I've been in one system, so I wanted to take a risk and try out a different system–which is 3billion's.
We took a break and as our session wrapped up, spoke about what that word–passion–meant at a higher magnitude. During different phases, stages, and moments. Sometimes, seemingly a two-edged sword–it could both benefit and blind.
There was a theme with Dr. Lee's past thus far of transitioning often, be it to navigate academia or her own life in a better way. This could doubly apply to her passion.
You're someone who has become passionate about helping those who suffer from rare Mendelian conditions find diagnosis. Your passion has shifted in either direction, I assume.
Mhm, yeah, I think so–I'd say after receiving my doctorate I was unsure where I wanted to go and what I wanted to do.

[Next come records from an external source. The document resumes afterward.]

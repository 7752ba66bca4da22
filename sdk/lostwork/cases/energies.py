"""Heat and work of a step as a case writes them: a text, or a table with an amount."""

from __future__ import annotations

from typing import Any

from lostwork.accounting.transfers import Heat, Work
from lostwork.errors import QuantityError

__all__ = ["heat_of", "work_of"]

_UNKNOWN = "unknown"
_HEAT = '{amount = "-30 kW", at = "80 degC"}'
_WORK = '"150 kW" or {amount = "150 kW", name = "motor"}'


def heat_of(value: Any, field: str) -> Heat:
    """Read a heat: a table of an amount (or "unknown"), the boundary temperature and a name.

    Raises
    ------
    QuantityError
        It is no such table, or a value cannot be read.
    """
    table = _table(value, field, ("amount", "at", "name"), "a table of a heat", _HEAT)
    if "at" not in table:
        raise QuantityError(
            field=f"{field}.at",
            value="nothing",
            expected="the temperature of the boundary where the heat crosses",
            example='at = "80 degC"',
        )
    name = _name(table, field)
    try:
        if table.get("amount", _UNKNOWN) == _UNKNOWN:
            return Heat.unknown(table["at"], name)
        return Heat(table["amount"], table["at"], name)
    except QuantityError as error:
        raise _placed(error, field, "heat") from error


def work_of(value: Any, field: str) -> Work:
    """Read a work: a power or an energy, "unknown", or a table of an amount and a name.

    Raises
    ------
    QuantityError
        It is none of these, or cannot be read.
    """
    table = (
        _table(value, field, ("amount", "name"), "a table of a work", _WORK)
        if isinstance(value, dict)
        else {"amount": value}
    )
    name = _name(table, field)
    try:
        if table.get("amount", _UNKNOWN) == _UNKNOWN:
            return Work.unknown(name)
        return Work(table["amount"], name)
    except QuantityError as error:
        raise _placed(error, field, "work") from error


def _table(
    value: Any, field: str, known: tuple[str, ...], expected: str, example: str
) -> dict[str, Any]:
    if not isinstance(value, dict):
        raise QuantityError(field=field, value=f"{value!r:.60}", expected=expected, example=example)
    unknown = [key for key in value if key not in known]
    if unknown:
        raise QuantityError(
            field=f"{field}.{unknown[0]}",
            value=f"{value[unknown[0]]!r:.60}",
            expected=f"only {', '.join(known)}",
            example=example,
        )
    return value


def _name(table: dict[str, Any], field: str) -> str:
    name = table.get("name", "")
    if not isinstance(name, str) or not name.isprintable():
        raise QuantityError(
            field=f"{field}.name", value=f"{name!r:.60}", expected="one line of printable text"
        )
    return name


def _placed(error: QuantityError, field: str, word: str) -> QuantityError:
    """Give the same error under the name of the field in the case."""
    part = error.field.replace(word, "amount", 1) if error.field.startswith(word) else error.field
    return type(error)(
        field=f"{field}.{part}",
        value=error.value,
        expected=error.expected,
        example=error.example,
        hint=error.hint,
    )
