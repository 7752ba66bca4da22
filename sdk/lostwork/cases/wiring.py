"""How the steps of a case hang together: types, references and the order in which to solve."""

from __future__ import annotations

import graphlib
from collections.abc import Iterator, Mapping
from dataclasses import dataclass
from typing import Any

from lostwork.accounting.flows import Content, Stream
from lostwork.accounting.transfers import Heat, Work
from lostwork.cases.layout import Layout
from lostwork.cases.problems import Problems, nearest
from lostwork.cases.slots import Slot, process_class, slots
from lostwork.errors import CircularReference, LostworkError
from lostwork.plugins import plugins
from lostwork.processes.contract import Process

__all__ = ["Plan", "Reference", "Wiring", "references", "split_reference", "taken_by", "wire"]


@dataclass(frozen=True)
class Reference:
    """A name in a step: of a stream, of a charge, or of an outlet of another step."""

    owner: str
    part: str = ""

    def __str__(self) -> str:
        return f"{self.owner}.{self.part}" if self.part else self.owner


@dataclass(frozen=True)
class Plan:
    """One step before it is solved."""

    name: str
    trade_name: str
    process: type[Process]
    slots: Mapping[str, Slot]
    values: Mapping[str, Any]
    needs: tuple[str, ...]
    """Steps whose outlets it takes."""

    @property
    def table(self) -> str:
        """Its table in the case file."""
        return f"steps.{self.name}"


@dataclass(frozen=True)
class Wiring:
    """The steps in the order in which they can be solved, and the streams that none takes."""

    plans: tuple[Plan, ...]
    unused: tuple[str, ...]


def wire(layout: Layout, file: str) -> Wiring:
    """Check every step against its type, and find the order of the steps.

    Raises
    ------
    CircularReference
        Steps feed each other.
    CaseError
        Lists every type, field and reference that is wrong.
    """
    problems = Problems(file)
    plans = {}
    for name, table in layout.steps.items():
        plan = _plan(name, table, layout, problems)
        if plan is not None:
            plans[name] = plan
    problems.require_none()
    order = _order(plans, file)
    taken = {str(reference) for plan in plans.values() for _, reference in references(plan)}
    _check_loops(layout, taken, problems)
    problems.require_none()
    given = [*layout.streams, *layout.charges]
    return Wiring(
        plans=tuple(plans[name] for name in order),
        unused=tuple(name for name in given if name not in taken),
    )


def _check_loops(layout: Layout, taken: set[str], problems: Problems) -> None:
    """A stream that closes a loop enters a step, and what it closes enters none."""
    for name, table in layout.streams.items():
        if table.closes is None:
            continue
        reference = split_reference(table.closes)
        if reference.owner not in layout.steps:
            text = f"{table.closes!r} is no step; {nearest(table.closes, layout.steps)}"
        elif str(reference) in taken:
            text = f"{table.closes!r} enters a step already; expected an outlet that enters none"
        elif name not in taken:
            text = "this stream enters no step; expected one that takes what comes back"
        else:
            continue
        problems.add(f"streams.{name}", "closes", text)


def references(plan: Plan) -> Iterator[tuple[str, Reference]]:
    """Give every reference of a step with its field."""
    for field, value in plan.values.items():
        if plan.slots[field].is_reference:
            for text in _texts(value):
                yield field, split_reference(text)


def split_reference(text: str) -> Reference:
    """Divide "step.outlet" into the step and its outlet."""
    owner, _, part = text.strip().partition(".")
    return Reference(owner, part)


def _plan(name: str, table: dict[str, Any], layout: Layout, problems: Problems) -> Plan | None:
    place = f"steps.{name}"
    process = _process_of(place, table.get("type"), problems)
    if process is None:
        return None
    known = slots(process)
    values = {field: value for field, value in table.items() if field not in ("type", "note")}
    if "closing" in known and "closing" not in values and layout.case.closing is not None:
        values["closing"] = layout.case.closing
    trade_name = table["type"]
    before = len(problems)
    for field in values:
        if field == "name":
            problems.add(place, field, "the name of a step is that of its table; leave it out")
        elif field not in known:
            text = f"is no field of {trade_name}; {nearest(field, known)}"
            problems.add(place, field, text)
    for field, slot in known.items():
        if slot.needed and field not in values:
            listed = ", ".join(known)
            problems.add(place, field, f"is missing; expected {taken_by(slot)}. Fields: {listed}")
    for field, value in values.items():
        if field in known and _holds_nothing(value):
            text = f"holds an empty list; expected {taken_by(known[field])}"
            problems.add(place, field, text)
        elif field in known and known[field].is_reference:
            _check_references(place, known[field], value, layout, problems)
    if len(problems) > before:
        return None
    plan = Plan(name, trade_name, process, known, values, ())
    needs = {ref.owner: None for _, ref in references(plan) if ref.owner in layout.steps}
    return Plan(name, trade_name, process, known, values, tuple(needs))


def _process_of(place: str, trade_name: Any, problems: Problems) -> type[Process] | None:
    installed = plugins().processes
    if not isinstance(trade_name, str) or not trade_name:
        problems.add(
            place, "type", f"is missing or no text; expected one of {', '.join(installed)}"
        )
        return None
    try:
        return process_class(trade_name)
    except LostworkError as error:
        problems.wrap(place, error, field="type")
    return None


def _check_references(
    place: str, slot: Slot, value: Any, layout: Layout, problems: Problems
) -> None:
    texts = list(_texts(value))
    fits = isinstance(value, dict) if slot.by_name else isinstance(value, list) == slot.several
    if not fits or not texts or not all(isinstance(text, str) and text for text in texts):
        problems.add(place, slot.name, f"expected {taken_by(slot)}, got {value!r:.60}")
        return
    known = (
        *(layout.streams if Stream in slot.flows else ()),
        *(layout.charges if Content in slot.flows else ()),
        *layout.steps,
    )
    for text in texts:
        reference = split_reference(text)
        if reference.owner not in known or (reference.part and reference.owner not in layout.steps):
            problems.add(
                place,
                slot.name,
                f"{text!r} is {_neither(slot)}; {nearest(text, known)}",
            )


def taken_by(slot: Slot) -> str:
    """Say what a field takes, with an example."""
    if slot.is_reference:
        one = f"the name of {_defined_as(slot)}"
        return _of_one(slot, one)
    if Heat in slot.flows:
        text = 'a heat such as {amount = "-30 kW", at = "80 degC"}; amount may be "unknown"'
    elif Work in slot.flows:
        text = 'a work such as "150 kW", or "unknown"'
    elif slot.choices:
        text = f"one of {', '.join(slot.choices)}"
    elif slot.dimensions:
        text = " or ".join(_quantity_words(dimension) for dimension in slot.dimensions)
    else:
        text = " or ".join(slot.plain) or "a value"
    return _of_one(slot, text)


def _of_one(slot: Slot, one: str) -> str:
    if slot.by_name:
        return f"a table of names, each with {one}"
    return f"a list, each entry {one}" if slot.several else one


def _quantity_words(dimension: Any) -> str:
    return f"{dimension.name}, for example {dimension.example}"


def _defined_as(slot: Slot) -> str:
    words = []
    if Stream in slot.flows:
        words.append("a stream, or of a step whose outlet it is")
    if Content in slot.flows:
        words.append("a charge, or of a step whose content it is afterwards")
    return ", or of ".join(words)


def _holds_nothing(value: Any) -> bool:
    if not isinstance(value, list):
        return False
    return not value or any(_holds_nothing(entry) for entry in value)


def _neither(slot: Slot) -> str:
    kinds = [word for kind, word in ((Stream, "stream"), (Content, "charge")) if kind in slot.flows]
    return f"neither a {' nor a '.join([*kinds, 'step'])}"


def _texts(value: Any) -> Iterator[Any]:
    if isinstance(value, list):
        for entry in value:
            yield from _texts(entry)
    elif isinstance(value, dict):
        for entry in value.values():
            yield from _texts(entry)
    else:
        yield value


def _order(plans: Mapping[str, Plan], file: str) -> list[str]:
    sorter = graphlib.TopologicalSorter({name: plan.needs for name, plan in plans.items()})
    try:
        return list(sorter.static_order())
    except graphlib.CycleError as error:
        raise CircularReference(file=file, circle=tuple(error.args[1])) from error
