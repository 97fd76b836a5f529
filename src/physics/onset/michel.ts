import type { OnsetCriterion } from "./onset-criterion";

/** Rex of the flights and tunnel tests behind the curve. */
const LEAST_REYNOLDS = 3e5;
const MOST_REYNOLDS = 7e6;

/**
 * Reθ = 2.9 Rex^0.4 at onset: aerofoils and plates in streams of low turbulence.
 *
 * Source: R. Michel, ONERA Rapport 1/1578A (1951); in this form F. M. White, Viscous Fluid Flow, eq. 5-39 (number and range from memory).
 */
export const michel: OnsetCriterion = {
  name: "Michel",
  excess: (place) => place.momentumReynolds - 2.9 * Math.pow(place.distanceReynolds, 0.4),
  remark({ distanceReynolds }) {
    return distanceReynolds < LEAST_REYNOLDS || distanceReynolds > MOST_REYNOLDS ? `Re x outside the ${LEAST_REYNOLDS} to ${MOST_REYNOLDS} of Michel's data` : "";
  },
};
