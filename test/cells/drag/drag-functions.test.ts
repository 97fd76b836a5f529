import fc from "fast-check";
import { frictionDrag } from "../../../src/cells/drag/friction-drag";
import { rakeDrag } from "../../../src/cells/drag/rake-drag";
import { wakeDrag } from "../../../src/cells/drag/wake-drag";

const none = {} as CustomFunctions.Invocation;
const column = (values: readonly unknown[]) => values.map((v) => [v]);
const call = (f: unknown, ...given: unknown[]) => (f as (...args: unknown[]) => unknown)(...given, none);

describe("FRICTION_DRAG", () => {
  const x = [0, 0.25, 0.5, 0.75, 1];
  const cf = ["", 0.004, 0.003, 0.0025, 0.0022];
  const ue = [10, 10, 10, 10, 10];
  it("refers to the chord given, or to the length of the wall", () => {
    const whole = call(frictionDrag, column(x), column(cf), column(ue), 10, null, null) as number;
    expect((call(frictionDrag, column(x), column(cf), column(ue), 10, 2, null) as number) * 2).toBeCloseTo(whole, 15);
    expect(call(frictionDrag, column(x), column(cf), column(ue), 20, null, null)).toBeCloseTo(whole / 4, 15);
  });
  it("counts the component along the stream", () => {
    expect(call(frictionDrag, column(x), column(cf), column(ue), 10, null, column(x.map((s) => 0.5 * s)))).toBeCloseTo((call(frictionDrag, column(x), column(cf), column(ue), 10, null, null) as number) / 2, 12);
  });
  it.each([
    ["a gap inside", x, ["", 0.004, "", 0.0025, 0.0022], ue, 10, "row 3"],
    ["no reference speed", x, cf, ue, null, "needs reference_speed"],
    ["falling stations", [0, 0.5, 0.25, 0.75, 1], cf, ue, 10, "rising x"],
    ["a column too short", x, cf, [10, 10], 10, "equal length"],
    ["text in cf", x, ["", "much", 0.003, 0.0025, 0.0022], ue, 10, "row 2"],
  ])("refuses %s", (_what, a, b, c, u, words) => {
    expect(() => call(frictionDrag, column(a), column(b), column(c), u, null, null)).toThrow(words);
  });
});

describe("WAKE_DRAG", () => {
  it("gives a row a side; thicker, fuller of wake or faster at the tail means more drag", () => {
    expect(call(wakeDrag, column([0.003, 0.002]), column([1.8, 1.5]), column([0.95, 0.95]), null, null)).toHaveLength(2);
    fc.assert(
      fc.property(fc.double({ min: 1e-5, max: 0.1, noNaN: true }), fc.double({ min: 1.2, max: 2.6, noNaN: true }), fc.double({ min: 0.7, max: 0.99, noNaN: true }), fc.double({ min: 0, max: 0.8, noNaN: true }), (theta, h, ratio, mach) => {
        const cd = (t: number, s: number, r: number) => (call(wakeDrag, [[t]], [[s]], [[r]], mach, 1) as number[][])[0]![0]!;
        expect(cd(2 * theta, h, ratio) / cd(theta, h, ratio)).toBeCloseTo(2, 10);
        expect(cd(theta, h, ratio)).toBeLessThan(2.3 * theta);
        // A slower tail has more loss ahead of it to give back: the same θ stands for less drag.
        expect(cd(theta, h, ratio * 0.98)).toBeLessThan(cd(theta, h, ratio));
        expect(cd(theta, h + 0.1, ratio)).toBeLessThan(cd(theta, h, ratio));
      }),
    );
  });
  it.each([
    [[0.003], [3.2], [0.95], "row 1 has 3.2"],
    [[-0.1], [1.5], [0.95], "theta of 0 or more"],
    [[0.003, 0.002], [1.5], [0.95, 0.95], "equal length"],
    [[0.003], [1.5], [0], "edge_speed_ratio above 0"],
  ])("refuses %p %p %p", (theta, shape, ratio, words) => {
    expect(() => call(wakeDrag, column(theta), column(shape), column(ratio), null, null)).toThrow(words);
  });
});

describe("RAKE_DRAG", () => {
  const y = [-3, -2, -1, 0, 1, 2, 3];
  const u = [1, 1, 0.9, 0.8, 0.9, 1, 1];
  it("spills both formulas with their uncertainty and says where the static pressure came from", () => {
    const table = call(rakeDrag, column(y), column(u), null, null, 10, 0.01, 0.05, 0.005) as unknown[][];
    expect(table[0]).toEqual(["quantity", "value", "±"]);
    // ∫ u(1 − u) dy by the trapezium rule: 2·0.09·1 + 0.16·1 = 0.34; cd = 2·0.34∕10.
    expect(table[1]![1]).toBeCloseTo(0.068, 12);
    expect(table[1]![2] as number).toBeGreaterThan(0);
    expect(table.at(-1)![1]).toContain("static pressure found from the two ends");
    const total = call(rakeDrag, column(y), column(u.map((v) => v * v)), "total pressure", 0, 10, null, null, null) as unknown[][];
    expect(total[1]![1]).toBeCloseTo(0.068, 12);
  });
  it.each([
    [y, [0.8, 1, 0.9, 0.8, 0.9, 1, 1], null, 0, "row 1 has 0.64"],
    [y, u, "total pressure", null, "static pressure coefficient at the rake beside total pressures; none is given"],
    [y, u, "pitot", null, "needs kind to be speed or total pressure"],
    [[-3, -2, -2, 0, 1, 2, 3], u, null, null, "rising y"],
    [y, u, null, 1.2, "static_pressure"],
    [y, [1, 1, "", 0.8, 0.9, 1, 1], null, null, "row 3"],
  ])("refuses %p %p %p %p", (places, values, kind, pressure, words) => {
    expect(() => call(rakeDrag, column(places), column(values), kind, pressure, null, null, null, null)).toThrow(words as string);
  });
});
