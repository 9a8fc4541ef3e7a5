import { makeApp } from '../api/app.ts';
import { openInBrowser } from './browserWindow.ts';
import { findBrowser } from './findBrowser.ts';
import { headlessShell } from './headlessShell.ts';
import { type Loopback, startLoopback } from './loopback.ts';
import { realServices } from './services.ts';
import type { StartOptions } from './startOptions.ts';

/** Serves the window on the loopback host until the browser's window is closed or Ctrl-C is pressed. */
export async function startInBrowser(options: StartOptions): Promise<number> {
  const app = makeApp(realServices({ host: 'loopback', shell: headlessShell, log: options.log }));
  const host = await startLoopback({ app, port: options.port ?? 0 });
  const stopped = stopSignal();
  try {
    const browser = options.browser ? findBrowser() : null;
    if (options.browser && browser === null) console.log(noBrowserFound());
    if (browser === null || !(await windowIn(browser, host, stopped))) await addressUntil(host, stopped);
    return 0;
  } finally {
    await host.close();
  }
}

/** @returns false when the browser ended without having opened the window */
async function windowIn(browser: string, host: Loopback, stopped: Promise<void>): Promise<boolean> {
  console.log(`Tetherfall opens in a window of its own, served at ${host.url}. Ctrl-C ends it.`);
  const opened = await openInBrowser(browser, host.launchUrl);
  const end = await Promise.race([opened.closed, stopped]);
  await opened.close();
  if (end === undefined || host.launched()) return true;
  console.log(`The browser ${browser} did not open the window (${end}).`);
  return false;
}

/** Shows an address that works once, and another each time Enter is pressed, for a window that was closed. */
async function addressUntil(host: Loopback, stopped: Promise<void>): Promise<void> {
  const { stdin } = process;
  console.log(`Open this address (it works once): ${host.newLaunchUrl()}`);
  if (stdin.isTTY) {
    console.log('Enter shows a new one; Ctrl-C ends the program.');
    stdin.on('data', () => console.log(host.newLaunchUrl()));
  }
  await stopped;
  stdin.pause();
}

function stopSignal(): Promise<void> {
  return new Promise((resolve) => {
    for (const signal of ['SIGINT', 'SIGTERM', 'SIGHUP'] as const) process.once(signal, () => resolve());
  });
}

function noBrowserFound(): string {
  return process.env.CHROME_PATH
    ? `CHROME_PATH (${process.env.CHROME_PATH}) is not a program that can be run.`
    : 'No browser of the Chromium family was found; set CHROME_PATH to one, or use any browser on this machine.';
}
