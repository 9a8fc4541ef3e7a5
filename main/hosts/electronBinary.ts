import { existsSync, readFileSync } from 'node:fs';
import { createRequire } from 'node:module';
import { dirname, join } from 'node:path';

/**
 * Electron's program, where it has been fetched; else null. Only looked for, never fetched: loading the `electron` package would
 * download some hundred megabytes, and starting a tool must neither need the network nor wait for it. (`npx install-electron`
 * fetches it once.)
 */
export function electronBinary(
  packageFolder: string | null = electronPackage(),
  env: NodeJS.ProcessEnv = process.env,
): string | null {
  if (packageFolder === null) return null;
  const folder = env.ELECTRON_OVERRIDE_DIST_PATH ?? join(packageFolder, 'dist');
  try {
    // The file that the package's installer writes: the program's path for this system.
    const program = join(folder, readFileSync(join(packageFolder, 'path.txt'), 'utf8').trim());
    return existsSync(program) ? program : null;
  } catch {
    return null; // not fetched
  }
}

function electronPackage(): string | null {
  try {
    return dirname(createRequire(import.meta.url).resolve('electron/package.json'));
  } catch {
    return null; // a production install has no Electron
  }
}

I considered at one point completely changing my entire career path.
A nursery teacher; I love playing with babies and kids!
My parents were very good at coaxing me to stay a little more, however, and I’m glad they did.
Say two individuals have equivalent academic backgrounds. One with a deep passion [for something], one without. Is it possible for the individual who is void of any passion to perform at the same level as the other?
Having passion for something you do is significantly important.
However, I think that it's still possible for someone with ‘less’ passion to still build a career and perform well.
Throughout my career in genetics, I've known, met, and worked with people who would not be saddened to a high degree if they were not able to work on or study genetics again–this includes myself and I think there are more people who are like this in general.
Many people do not have specific dreams or passions, especially when they are in their 20s or 30s while deciding their career track; they exhibit adaptation and learn to enjoy it, which I feel is a more common path shown.
I do believe that it is almost impossible to outperform someone full of passion with equivalent ability though.
Backing up, we spoke on her journey thus far. Nearly two decades which Dr. Lee had devoted to relative causes–science, biology, genetics, rare diseases–and how at times, she considered pivoting or removing herself from academia.
It was all tied to that word–passion.
It is sometimes said that one should not follow their true passion as a means to an end, but rather, subscribe to a skill or ability they excel at to blend their passion in some way, through some parallel conduit.
Perhaps, at a deeper level, Dr. Lee's true passion is embedded in something more pragmatic and simple–helping humans–and the common thread throughout her journey has always been what makes us all human at a fundamental level–genetics.